■ What is required ■
Your answer is the lines from the one that has "kept, found: before.length" through the last line of the records below, retyped exactly and alone.

■ Records to process ■
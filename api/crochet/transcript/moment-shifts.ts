import { alignWords, plainWord } from './align-words.ts';
import { type Word } from './words.ts';

/** A part of the recording that is still there in a new cut, and how far it moved. Times in milliseconds. */
export interface Shift {
  /** Where it lies in the recording as it was. */
  readonly fromMs: number;
  readonly toMs: number;
  /** Added to a moment in it; less than 0 where it comes earlier now. */
  readonly byMs: number;
  /** Words that show it. */
  readonly words: number;
  /** Something that was said after it is not in the new cut. */
  readonly isCutAfter: boolean;
}

/** How a recording as it was lies in its new cut. */
export interface Shifts {
  /** In order of time, none overlapping. What lies between two of them was cut out, if it is longer than a breath. */
  readonly kept: readonly Shift[];
  /** Share of the words as they were that are found in the new cut, from 0 to 1. */
  readonly found: number;
}

/** Word times are shares of their captions: within this they are the same moment. */
const SAME_MS = 1_500;
/** Fewer words in a row that agree are chance, as is what a small slip of the alignment gives. */
const LEAST_WORDS = 6;
/** Words that were not found between two parts show that something was cut out there. */
const CUT_WORDS = 4;
/** A mark may stand so much before its first word, or after its last. */
const BREATH_MS = 2_500;

interface Pair {
  /** Place of the word in the recording as it was. */
  readonly at: number;
  readonly word: Word;
  readonly byMs: number;
}

interface Group {
  readonly pairs: Pair[];
}

const medianOf = (pairs: readonly Pair[]): number => {
  const sorted = pairs.map(({ byMs }) => byMs).sort((a, b) => a - b);
  return sorted[sorted.length >> 1] ?? 0;
};

/** Pairs whose distance agrees with most of those just before them, in order; strays make small groups. */
function groupByDistance(pairs: readonly Pair[]): Group[] {
  const groups: Group[] = [];
  let open: Pair[] = [];
  for (const pair of pairs) {
    if (open.length > 0 && Math.abs(medianOf(open.slice(-LEAST_WORDS)) - pair.byMs) > SAME_MS) {
      groups.push({ pairs: open });
      open = [];
    }
    open.push(pair);
  }
  if (open.length > 0) groups.push({ pairs: open });
  return groups;
}

/** Joins groups that moved alike, once the strays between them are left out. */
function joinAlike(groups: readonly Group[]): Group[] {
  const joined: { pairs: Pair[]; byMs: number }[] = [];
  for (const { pairs } of groups) {
    const last = joined.at(-1);
    const byMs = medianOf(pairs);
    if (last && Math.abs(last.byMs - byMs) <= SAME_MS / 2) last.pairs.push(...pairs);
    else joined.push({ pairs: [...pairs], byMs });
  }
  return joined;
}

const isEnough = (least: number) => (group: Group) => group.pairs.length >= least;

/**
 * Finds how a recording lies in a new cut of it, from the words of both transcripts: one distance where all of it
 * moved alike, several where something was cut out or put in. Takes time linear in the words.
 */
export function findShifts(before: readonly Word[], after: readonly Word[]): Shifts {
  const found = alignWords(
    before.map(({ text }) => plainWord(text)),
    after.map(({ text }) => plainWord(text)),
  );
  const pairs = found.flatMap((at, n): Pair[] =>
    at < 0 ? [] : [{ at, word: before[at]!, byMs: after[n]!.startMs - before[at]!.startMs }],
  );
  const least = Math.min(LEAST_WORDS, Math.max(1, before.length >> 1));
  const groups = joinAlike(groupByDistance(pairs).filter(isEnough(least)));
  const kept = groups.map(({ pairs: own }, n): Shift => {
    const [first, last] = [own[0]!, own.at(-1)!];
    const wordsBefore = first.at - (groups[n - 1]?.pairs.at(-1)?.at ?? -1) - 1;
    const wordsAfter = (groups[n + 1]?.pairs[0]?.at ?? before.length) - last.at - 1;
    const isFirst = n === 0 && wordsBefore < CUT_WORDS;
    return {
      fromMs: isFirst ? 0 : first.word.startMs,
      toMs: last.word.endMs,
      byMs: Math.round(medianOf(own)),
      words: own.length,
      isCutAfter: wordsAfter >= CUT_WORDS,
    };
  });
  return { kept, found: before.length === 0 ? 0 : pairs.length / before.length };
}

/**
 * Where a moment stands in the new cut.
 * @returns milliseconds, never less than 0; null where it was cut out
 */
export function shiftMoment(kept: readonly Shift[], ms: number): number | null {
  const n = kept.findLastIndex(({ fromMs }) => ms >= fromMs);
  const [here, next] = [kept[n], kept[n + 1]];
  const to = (shift: Shift) => Math.max(0, Math.round(ms + shift.byMs));
  if (here && ms <= here.toMs) return to(here);
  // Between two parts a mark stands before its first word rather than after its last.
  if (next && next.fromMs - ms <= BREATH_MS) return to(next);
  if (here && (!here.isCutAfter || ms <= here.toMs + BREATH_MS)) return to(here);
  return null;
}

■ Solution for this task ■
  return { kept, found: before.length === 0 ? 0 : pairs.length / before.length };
}

/**
 * Where a moment stands in the new cut.
 * @returns milliseconds, never less than 0; null where it was cut out
 */
export function shiftMoment(kept: readonly Shift[], ms: number): number | null {
  const n = kept.findLastIndex(({ fromMs }) => ms >= fromMs);
  const [here, next] = [kept[n], kept[n + 1]];
  const to = (shift: Shift) => Math.max(0, Math.round(ms + shift.byMs));
  if (here && ms <= here.toMs) return to(here);
  // Between two parts a mark stands before its first word rather than after its last.
  if (next && next.fromMs - ms <= BREATH_MS) return to(next);
  if (here && (!here.isCutAfter || ms <= here.toMs + BREATH_MS)) return to(here);
  return null;
}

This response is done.